PROBLEM DETAILS = From the line below that contains "outside it (its" to the line that contains "or g is NaN", repeat every line exactly, both ends included, and nothing else.

___ PROVIDED ENTRIES

package dev.lawful.cli;

import dev.lawful.algebra.ExpandedLaws;
import dev.lawful.algebra.LawEvaluator;
import dev.lawful.algebra.ScalarLimit;
import dev.lawful.io.CsvTable;
import dev.lawful.io.JsonWriter;
import dev.lawful.io.ShortestDecimal;
import java.io.PrintWriter;
import java.util.ArrayList;
import java.util.List;

/**
 * What {@code lawful verify} reports about the limits of a law file: per scalar limit, the rows outside it (its
 * value g below 0, or NaN) and the worst one. There is no tolerance: a limit holds exactly or not, since nothing
 * about a row's rounding makes a negative g acceptable.
 *
 * @param rows the result of each scalar limit, in {@link ExpandedLaws#limit(int)} order
 */
record LimitCheck(List<Row> rows) {

    /**
     * One scalar limit.
     *
     * @param name    its name
     * @param unit    the unit {@code worst} is in (its text, empty for a pure number)
     * @param outside the rows where g &lt; 0 or g is NaN
     * @param worst   the smallest g in that unit (negative when a row is outside; NaN when a g is NaN or there
     *                are no rows)
     * @param line    the line of the file with the smallest g, or -1 without rows
     */
    record Row(String name, String unit, int outside, double worst, long line) {
    }

    /**
     * Evaluates every scalar limit on every row.
     *
     * @param expanded the law set's expansion
     * @param x        the inputs, row-major
     * @param y        the outputs, row-major
     * @param table    the table the rows came from (for line numbers)
     * @return the result per scalar limit
     */
    static LimitCheck of(ExpandedLaws expanded, double[] x, double[] y, CsvTable table) {
        int n = table.rows();
        int m = expanded.limitCount();
        LawEvaluator evaluator = expanded.limitEvaluator();
        double[] g = new double[n * m];
        evaluator.residuals(x, y, n, g, null);
        List<Row> rows = new ArrayList<>(m);
        for (int j = 0; j < m; j++) {
            ScalarLimit limit = expanded.limit(j);
            int outside = 0;
            int worst = -1;
            for (int s = 0; s < n; s++) {
                double v = g[s * m + j];
                if (!(v >= 0)) {
                    outside++;
                }
                // a NaN is the worst a row can be: it says nothing about the limit
                if (worst < 0 || Double.isNaN(v) || v < g[worst * m + j] && !Double.isNaN(g[worst * m + j])) {
                    worst = s;
                }
            }
            double value = worst < 0 ? Double.NaN : g[worst * m + j] / limit.unit().factor();
            rows.add(new Row(limit.name(), limit.unit().text(), outside, value, worst < 0 ? -1 : table.line(worst)));
        }
        return new LimitCheck(List.copyOf(rows));
    }

    /** @return whether every row is inside every limit */
    boolean allInside() {
        return rows.stream().allMatch(r -> r.outside() == 0);
    }

    /** Prints one line per scalar limit: the rows outside and the worst value, or that every row is inside. */
    void print(PrintWriter out, int rowCount) {
        out.println();
        out.println("limits (g >= 0 inside; no tolerance)");
        for (Row r : rows) {
            String unit = r.unit().isEmpty() ? "" : " " + r.unit();
            if (r.outside() == 0) {
                out.println("  " + r.name() + ": every row inside, smallest g " + number(r.worst()) + unit);
            } else {
                out.println("  " + r.name() + ": " + r.outside() + " of " + rowCount + " rows outside, worst g "
                        + number(r.worst()) + unit + " at line " + r.line());
            }
        }
    }

    /** Writes the array {@code [{limit, unit, outside, worst, line}]}; worst and line are null when unknown. */
    void writeJson(JsonWriter w) {
        w.beginArray();
        for (Row r : rows) {
            w.beginObject().name("limit").value(r.name()).name("unit").value(r.unit()).name("outside")
                    .value(r.outside()).name("worst");
            if (Double.isNaN(r.worst())) {
                w.nullValue();
            } else {
                w.value(r.worst());
            }
            w.name("line");
            if (r.line() < 0) {
                w.nullValue();
            } else {
                w.value(r.line());
            }
            w.endObject();
        }
        w.endArray();
    }

    private static String number(double v) {
        return Double.isNaN(v) ? "NaN" : ShortestDecimal.format(v);
    }
}
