package dev.lawful.cli;

import dev.lawful.algebra.Diagnostic;
import dev.lawful.algebra.LawException;
import dev.lawful.algebra.LawSet;
import java.io.IOException;
import java.io.PrintWriter;
import java.nio.file.Files;
import java.nio.file.Path;
import java.util.ArrayList;
import java.util.HashMap;
import java.util.LinkedHashMap;
import java.util.LinkedHashSet;
import java.util.List;
import java.util.Map;
import java.util.Set;

/**
 * The steps {@code verify} and {@code complete} share: reading the law file, and matching a data file's columns to
 * the elements a command needs, with messages that name the place, the column and the nearest known name.
 *
 * <p>Column rules: the header must name every element the command needs (any order). A column that the law file
 * does not know is ignored with a note on standard error (so an id, a time stamp or the status column of
 * {@code complete --keep-going} can stay in the file); but when a needed column is missing, a near unknown column
 * is reported as misnamed (also without brackets or case, {@code out3} for {@code out[3]}, or as the only unknown
 * column when one element is missing). An element no law or limit involves may be absent (a note says so).
 * Every failure is a {@link CommandFailure} with exit status {@link Lawful#EXIT_USAGE},
 * except a law file with errors ({@link Lawful#EXIT_INVALID}).
 */
final class DataFiles {
    /** Problems with the header named one per line before the rest are only counted. */
    static final int MAX_NAMED = 20;
    /** Pairs of unknown columns and missing elements compared for a spelling suggestion, at most. */
    private static final long MAX_PAIRS = 100_000;

    private DataFiles() {
    }

    /**
     * The columns a command reads from a data file.
     *
     * @param columnOf for each wanted element, its column in the file, or -1 when the file does not have it (only an
     *                 element no law or limit involves may be absent; it is read as 0)
     * @param names    the wanted elements, in the order asked for
     * @param notes    what was ignored or is absent and why, one line each, for standard error
     * @param extra    the file's columns that are not read, in file order
     * @param absent   the wanted elements the file does not have (each one no law or limit involves)
     */
    record Selection(int[] columnOf, List<String> names, List<String> notes, List<String> extra,
                     List<String> absent) {
        /** @return whether element {@code name} is in the file */
        boolean has(String name) {
            return !absent.contains(name);
        }
    }

    /**
     * Reads and checks a law file, printing its warnings to {@code err}.
     *
     * @param command the command name for messages, such as {@code verify}
     * @param file    the law file
     * @param err     receives the warnings
     * @return the law set
     * @throws CommandFailure when the file cannot be read (exit 2) or has errors (exit 1, with every error)
     */
    static LawSet readLaws(String command, Path file, PrintWriter err) throws CommandFailure {
        String name = file.toString();
        LawSet set;
        try {
            if (Files.isDirectory(file)) {
                throw new CommandFailure(Lawful.EXIT_USAGE, "lawful " + command + ": cannot read " + name
                        + ": it is a directory");
            }
            set = LawSet.read(file);
        } catch (IOException e) {
            throw new CommandFailure(Lawful.EXIT_USAGE, "lawful " + command + ": cannot read " + name + ": "
                    + CheckCommand.reason(e));
        } catch (LawException e) {
            throw new CommandFailure(Lawful.EXIT_INVALID, e.getMessage());
        }
        for (Diagnostic w : set.warnings()) {
            err.println(w.format());
        }
        return set;
    }

    /**
     * @param laws       the law set
     * @param outputs    the output elements the command reads
     * @param outputRole what each of them is, such as {@code "a free output"}
     * @return every input element ("an input") then each of {@code outputs}, with what it is, in that order: the
     *         {@code needed} argument of {@link #readColumns}
     */
    static Map<String, String> needed(LawSet laws, List<String> outputs, String outputRole) {
        Map<String, String> needed = new LinkedHashMap<>();
        for (String n : laws.inputNames()) {
            needed.put(n, "an input");
        }
        for (String n : outputs) {
            needed.put(n, outputRole);
        }
        return needed;
    }

    /**
     * The elements of a law set that no law and no limit involves: inputs and outputs whose value changes nothing a
     * command computes, so a data file may leave them out.
     *
     * @param laws the law set
     * @return their names, {@code name} or {@code name[i]}
     */
    static Set<String> unused(LawSet laws) {
        dev.lawful.algebra.ExpandedLaws e = laws.expand();
        boolean[] usedIn = new boolean[laws.inputWidth()];
        boolean[] usedOut = new boolean[laws.outputWidth()];
        for (int i = 0; i < e.size(); i++) {
            for (int k : e.inputs(i)) {
                usedIn[k] = true;
            }
            for (int k : e.outputs(i)) {
                usedOut[k] = true;
            }
        }
        dev.lawful.algebra.LawEvaluator limits = e.limitEvaluator();
        for (int j = 0; j < limits.lawCount(); j++) {
            for (int k : limits.inputColumns(j)) {
                usedIn[k] = true;
            }
            for (int k : limits.outputColumns(j)) {
                usedOut[k] = true;
            }
        }
        Set<String> unused = new LinkedHashSet<>();
        for (int k = 0; k < usedIn.length; k++) {
            if (!usedIn[k]) {
                unused.add(laws.inputNames().get(k));
            }
        }
        for (int k = 0; k < usedOut.length; k++) {
            if (!usedOut[k]) {
                unused.add(laws.outputNames().get(k));
            }
        }
        return unused;
    }

    /**
     * Matches a data file's columns to the elements a command needs.
     *
     * @param command  the command name for messages
     * @param source   the data file, its header read
     * @param lawFile  the law file's name, for messages
     * @param needed   each needed element name (the header spelling, {@code name} or {@code name[i]}) with what it
     *                 is, such as {@code "an input"}, in the order the command wants them
     * @param computed elements the law file knows but the command computes itself: ignored with a note saying so
     * @param optional needed elements that no law involves: their absence is a note, not an error
     * @return the selection
     * @throws CommandFailure (exit 2) when a needed column is missing or misnamed
     */
    static Selection select(String command, RowSource source, String lawFile, Map<String, String> needed,
                            Set<String> computed, Set<String> optional) throws CommandFailure {
        String prefix = "lawful " + command + ": ";
        String name = source.name();
        List<String> header = source.columns();
        Map<String, Integer> at = new HashMap<>();
        for (int c = 0; c < header.size(); c++) {
            at.put(header.get(c), c);
        }
        List<String> unknown = new ArrayList<>();
        List<String> skipped = new ArrayList<>();
        for (String column : header) {
            if (computed.contains(column)) {
                skipped.add(column);
            } else if (!needed.containsKey(column)) {
                unknown.add(column);
            }
        }
        List<String> missing = new ArrayList<>();
        List<String> absent = new ArrayList<>();
        for (String element : needed.keySet()) {
            if (!at.containsKey(element)) {
                (optional.contains(element) ? absent : missing).add(element);
            }
        }
        if (!missing.isEmpty()) {
            throw new CommandFailure(Lawful.EXIT_USAGE, missingMessage(prefix, name, source.headerPlace(), lawFile,
                    needed, missing, unknown));
        }
        List<String> notes = new ArrayList<>();
        if (!skipped.isEmpty()) {
            notes.add(prefix + "note: " + name + ": ignoring " + columns(skipped) + " " + String.join(", ", skipped)
                    + ": completed outputs are computed from the laws");
        }
        if (!unknown.isEmpty()) {
            notes.add(prefix + "note: " + name + ": ignoring " + columns(unknown) + " not in " + lawFile + ": "
                    + String.join(", ", unknown));
        }
        if (!absent.isEmpty()) {
            notes.add(prefix + "note: " + name + ": no " + columns(absent) + " " + String.join(", ", absent)
                    + ", not needed: no law or limit of " + lawFile + " involves " + (absent.size() == 1 ? "it"
                    : "them") + renaming(unknown, absent));
        }
        List<String> names = new ArrayList<>(needed.keySet());
        int[] columnOf = new int[names.size()];
        for (int j = 0; j < columnOf.length; j++) {
            columnOf[j] = at.getOrDefault(names.get(j), -1);
        }
        List<String> inFileOrder = new ArrayList<>();
        for (String column : header) {
            if (skipped.contains(column) || unknown.contains(column)) {
                inFileOrder.add(column);
            }
        }
        return new Selection(columnOf, List.copyOf(names), notes, inFileOrder, List.copyOf(absent));
    }

    /**
     * One line per problem: an unknown column near a missing element is named as misspelt; every other missing
     * element is named with what it is.
     */
    private static String missingMessage(String prefix, String file, String line, String lawFile,
                                         Map<String, String> needed, List<String> missing, List<String> unknown) {
        List<String> lines = new ArrayList<>();
        Set<String> explained = new LinkedHashSet<>();
        Set<String> unmatched = new LinkedHashSet<>(missing);
        // a huge header of unknown names gets no suggestions rather than a quadratic search
        List<String> compared = (long) unknown.size() * missing.size() <= MAX_PAIRS ? unknown : List.of();
        List<String> left = new ArrayList<>();
        for (String column : compared) {
            String near = nearestElement(column, unmatched);
            if (near == null) {
                left.add(column);
            } else {
                lines.add(prefix + file + ": " + line + ", column '" + column + "': not an element of "
                        + lawFile + "; did you mean '" + near + "' (" + needed.get(near) + ")?");
                explained.add(near);
                unmatched.remove(near);
            }
        }
        if (left.size() == 1 && unmatched.size() == 1) {
            // one unknown column and one missing element: the column is that element under another name
            String near = unmatched.iterator().next();
            lines.add(prefix + file + ": " + line + ", column '" + left.get(0) + "': not an element of "
                    + lawFile + "; did you mean '" + near + "' (" + needed.get(near) + ", the only one missing)?");
            explained.add(near);
        }
        for (String element : missing) {
            if (!explained.contains(element)) {
                lines.add(prefix + file + ": " + line + ": no column '" + element + "' (" + needed.get(element)
                        + " of " + lawFile + ")");
            }
        }
        if (lines.size() > MAX_NAMED) {
            int more = lines.size() - MAX_NAMED;
            lines = new ArrayList<>(lines.subList(0, MAX_NAMED));
            lines.add(prefix + file + ": " + line + ": and " + more + " more missing "
                    + (more == 1 ? "column" : "columns"));
        }
        return String.join("\n", lines);
    }

    /**
     * @return for unknown columns that look like absent elements (by {@link #nearestElement}, or the only unknown
     *         column and the only absent element), a hint to rename them; empty when none does
     */
    private static String renaming(List<String> unknown, List<String> absent) {
        List<String> hints = new ArrayList<>();
        Set<String> left = new LinkedHashSet<>(absent);
        for (String column : unknown) {
            String near = nearestElement(column, left);
            if (near != null) {
                hints.add("'" + column + "' as '" + near + "'");
                left.remove(near);
            }
        }
        if (hints.isEmpty() && unknown.size() == 1 && absent.size() == 1) {
            hints.add("'" + unknown.get(0) + "' as '" + absent.get(0) + "'");
        }
        return hints.isEmpty() ? "" : " (if the file has it under another name, rename " + String.join(", ", hints)
                + ")";
    }

    /**
     * @return the missing element a column name is a misspelling of: the same up to brackets, underscores, spaces and
     *         case ({@code out3}, {@code OUT_3} for {@code out[3]}), or else the nearest by {@code Names.nearest};
     *         null when none is near
     */
    static String nearestElement(String column, Set<String> missing) {
        String bare = bare(column);
        for (String element : missing) {
            if (bare(element).equals(bare)) {
                return element;
            }
        }
        return dev.lawful.algebra.Names.nearest(column, missing);
    }

    private static String bare(String name) {
        return name.replaceAll("[\\[\\]_ ]", "").toLowerCase(java.util.Locale.ROOT);
    }

    private static String columns(List<String> names) {
        return names.size() == 1 ? "column" : names.size() + " columns";
    }
}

______

EXPECTED OUTPUT =
 * What {@code lawful verify} reports about the limits of a law file: per scalar limit, the rows outside it (its
 * value g below 0, or NaN) and the worst one. There is no tolerance: a limit holds exactly or not, since nothing
 * about a row's rounding makes a negative g acceptable.
 *
 * @param rows the result of each scalar limit, in {@link ExpandedLaws#limit(int)} order
 */
record LimitCheck(List<Row> rows) {

    /**
     * One scalar limit.
     *
     * @param name    its name
     * @param unit    the unit {@code worst} is in (its text, empty for a pure number)
     * @param outside the rows where g &lt; 0 or g is NaN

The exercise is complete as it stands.